Specific microbial signatures can be used to diagnose IBD especially if they were consistently present in higher levels in cases than in controls, and they may also have a role in differentiating CD from UC. Faecalibacterium prausnitzii is commonly found to be depleted in patients with IBD. Lopez‐Siles et al. measured the abundance of F. prausnitzii and its two Phylogroups (I and II) in the intestinal mucosa of patients with IBD and controls using quantitative polymerase chain reaction (qPCR) assay. They found that F. prausnitzii phylogroup I had the best performance in discriminating healthy subjects from subjects with CD (area under the curve [AUC] = 0.851) and UC (AUC = 0.763). ⁵⁵ In a Chinese cohort, the presence of F. prausnitzii and F. nucleatum in stool samples based on qPCR assay showed a good performance with an AUC of 0.841 and 0.811, respectively. ⁵⁶ In a study of 2045 non‐IBD and IBD patients from four European countries, an algorithm based on eight selected genera from stool samples (Faecalibacterium, an unknown Peptostreptococcaceae, Anaerostipes, Methanobrevibacter, an unknown Christensenellaceae, Collinsella and Fusobacterium, Escherichia) performed well in discriminating CD from UC, irritable bowel syndrome, anorexia, and healthy control. ⁵⁷ By assessing 20 bacteria markers in mucosal samples from Chilean and Spanish patients with IBD, Chamorro et al. ⁵⁸ were able to discriminate dysbiosis and eubiosis in IBD patients, with an AUC ranging from 0.96 to 0.99.

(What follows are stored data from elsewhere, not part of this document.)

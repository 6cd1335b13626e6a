//! Whether a figure repeats often enough not to flicker.

use super::Standing;
use super::hold::highest_rate;
use super::words::{limit, rate_down};
use crate::exact::{Rational, decimal, exact_decimal};
use crate::finding::{Code, Finding};

pub(super) fn check(standing: &Standing) -> Option<Finding> {
    let least = &standing.rig.repeat;
    let repeats = &standing.speeds.repeat;
    if repeats >= &least.value {
        return None;
    }
    let message = format!(
        "the figure repeats at {} Hz and visibly flickers below {} Hz",
        shown(repeats.value()),
        limit(least.value.value())
    );
    let help = match highest_rate(standing) {
        Some(highest) if &highest >= least.value.value() => Some(format!(
            "`rate {} Hz` is the lowest repeat rate that passes",
            limit(least.value.value())
        )),
        Some(highest) => Some(format!(
            "the motors reach at most {} Hz with this figure",
            rate_down(&highest)
        )),
        None => None,
    };
    Some(
        Finding::new(Code::FlickerRepeat, standing.pace_place(), message)
            .also_at(least.place, "the least repeat rate")
            .help_if(help),
    )
}

fn shown(rate: &Rational) -> String {
    exact_decimal(rate, 3).unwrap_or_else(|| decimal(rate, 3))
}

Others have selected more bacterial markers as biomarkers for IBD determination using various feature selection methods and ML models. ⁵⁹ , ⁶⁰ , ⁶¹ Manandhar et al. ⁵³ selected 50 fecal bacterial taxa for disease diagnosis in a large American cohort. By using five different supervised ML algorithms, their classifiers attained an AUC of around 0.80. A recent Irish and Canadian study ⁶² identified a large number of species from subjects' stool samples for differentiating IBD subtype and controls, achieving an AUC of 0.88 for separating UC and CD from controls. Among them, Eubacteria rectale and Clostridium cluster XIVa, which were both decreased in CD and UC patients, were the most contributing operational taxonomic units (OTUs) in disease diagnostic models. In another large pediatric cohort, Gevers et al. ⁶³ calculated the microbial dysbiosis index (MD‐index) for early diagnosis of CD using biopsies and stool samples, showing the best performance in terminal ileum biopsies and marginally worse results in rectum biopsies.

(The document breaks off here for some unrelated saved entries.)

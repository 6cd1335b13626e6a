//! Whether the table fits the controller's storage.

use super::words::bytes;
use crate::finding::{Code, Finding, Severity};
use crate::plan::Plan;
use crate::rig::TableKind;
use crate::setpoint::pack::{Content, write_pack};
use std::io::{self, Write};

/// The largest tolerance that a help line proposes, in counts: past it the pieces of a show hardly get fewer.
const MOST_TOLERANCE: u32 = 1000;
/// Up to here every tolerance is tried.
const EACH: u32 = 64;

/// The finding of a table whose pack form is larger than the rig's `storage`.
///
/// `written` is what the pack form holds that is about to be written; `None` where none is (`validate`, and the forms that
/// no controller reads): then the shortest form decides, and rows that alone are too large are worth a note.
#[must_use]
pub fn check(plan: &Plan, written: Option<Content>) -> Option<Finding> {
    let storage = plan.rig.storage.as_ref()?;
    let room = storage.value;
    let over = |severity, message: String, help: Option<String>| {
        let place = storage.place.unwrap_or_default();
        Some(
            Finding::new(Code::StorageOver, place, message)
                .severity(severity)
                .help_if(help),
        )
    };
    if let Some(Content::Knots(tolerance)) = written {
        let size = size_up_to(plan, Content::Knots(tolerance), u64::MAX)?;
        if size <= room {
            return None;
        }
        return over(
            Severity::Error,
            too_large("as knots", size, room),
            help_within(plan, room, tolerance),
        );
    }
    // A rig whose table is knots never has its rows written, unless they are asked for.
    let rows = written == Some(Content::Rows) || plan.rig.table == TableKind::Rows;
    if rows && size_up_to(plan, Content::Rows, room).is_some() {
        return None;
    }
    let knots = size_up_to(plan, Content::Knots(1), u64::MAX)?;
    if knots > room && written.is_none() {
        return over(
            Severity::Error,
            too_large("even as knots", knots, room),
            help_within(plan, room, 1),
        );
    }
    if !rows {
        return None;
    }
    let message = format!(
        "the table as rows takes more than the {} that the controller has room for",
        bytes(room)
    );
    let help = if knots <= room {
        Some(format!(
            "`--knots` (or `table knots` in the rig) makes it {}",
            bytes(knots)
        ))
    } else {
        help_within(plan, room, 1)
    };
    let severity = if written.is_some() {
        Severity::Error
    } else {
        Severity::Note
    };
    over(severity, message, help)
}

fn too_large(how: &str, size: u64, room: u64) -> String {
    format!(
        "the table takes {} {how}, the controller has room for {}",
        bytes(size),
        bytes(room)
    )
}

/// The smallest tolerance above `tolerance` whose knots fit.
///
/// Sizes fall with the tolerance, but not at every step: a search that takes fewer pieces within 30 counts may take one more
/// within 31. So every tolerance is tried up to [`EACH`]; past it, where a count more or less is nothing, they are halved.
fn help_within(plan: &Plan, room: u64, tolerance: u32) -> Option<String> {
    let fits = |tolerance: u32| size_up_to(plan, Content::Knots(tolerance), room);
    let (mut fails, mut tried) = (tolerance, tolerance.saturating_mul(2));
    let mut fitting = loop {
        let within = tried.min(MOST_TOLERANCE);
        match fits(within) {
            Some(size) => break (within, size),
            None if within <= fails || within == MOST_TOLERANCE => return None,
            None => (fails, tried) = (within, within.saturating_mul(2)),
        }
    };
    let each = (fails + 1..fitting.0.min(EACH)).find_map(|within| Some((within, fits(within)?)));
    if let Some(found) = each {
        fitting = found;
    } else {
        fails = fails.max(fitting.0.min(EACH).saturating_sub(1));
        while fails + 1 < fitting.0 {
            let within = fails.midpoint(fitting.0);
            match fits(within) {
                Some(size) => fitting = (within, size),
                None => fails = within,
            }
        }
    }
    let (within, size) = fitting;
    Some(format!(
        "`--knots within {within} counts` is the closest that fits: {}",
        bytes(size)
    ))
}

/// The size of a pack; `None` where it is more than `most`, which is found out without writing it to the end.
fn size_up_to(plan: &Plan, content: Content, most: u64) -> Option<u64> {
    let mut room = Room { left: most };
    write_pack(plan, content, &mut room, &mut |_| {}).ok()
}

/// Takes so many bytes and no more.
struct Room {
    left: u64,
}

impl Write for Room {
    fn write(&mut self, bytes: &[u8]) -> io::Result<usize> {
        self.left = self
            .left
            .checked_sub(bytes.len() as u64)
            .ok_or(io::ErrorKind::StorageFull)?;
        Ok(bytes.len())
    }

    fn flush(&mut self) -> io::Result<()> {
        Ok(())
    }
}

Metagenomic sequencing, which has a higher taxonomy resolution that enables better identification of specific bacterial species or strains related to disease development, is increasingly applied for the discovery of microbial markers. Franzosa et al. ⁶⁴ trained a random forest classifier on selected fecal microbial species and found a consistent diagnostic accuracy with AUC of 0.90 in the discovery cohort from USA and AUC of 0.86 in a validation cohort from the Netherlands. Serrano‐Gomez et al. ⁶⁵ used the 26 species and nine species for predicting CD with an AUC of 0.938 and predicting UC with an AUC = 0.646. Notably, Veillonella parvula, E. coli, R. gnavus and Clostridium clostridioforme were significantly enriched species in CD compared with UC and healthy controls, while F. prausnitzii is the most depleted species in CD. Interestingly, Zuo et al. ⁴⁴ demonstrated that although the 16s data shows similar results as shotgun sequencing data in terms of alpha diversity and beta diversity, 16S genus data (AUC = 0.869) achieved higher pediatric UC prediction performance than shotgun species data (AUC = 0.763) and pathway data (AUC = 0.764).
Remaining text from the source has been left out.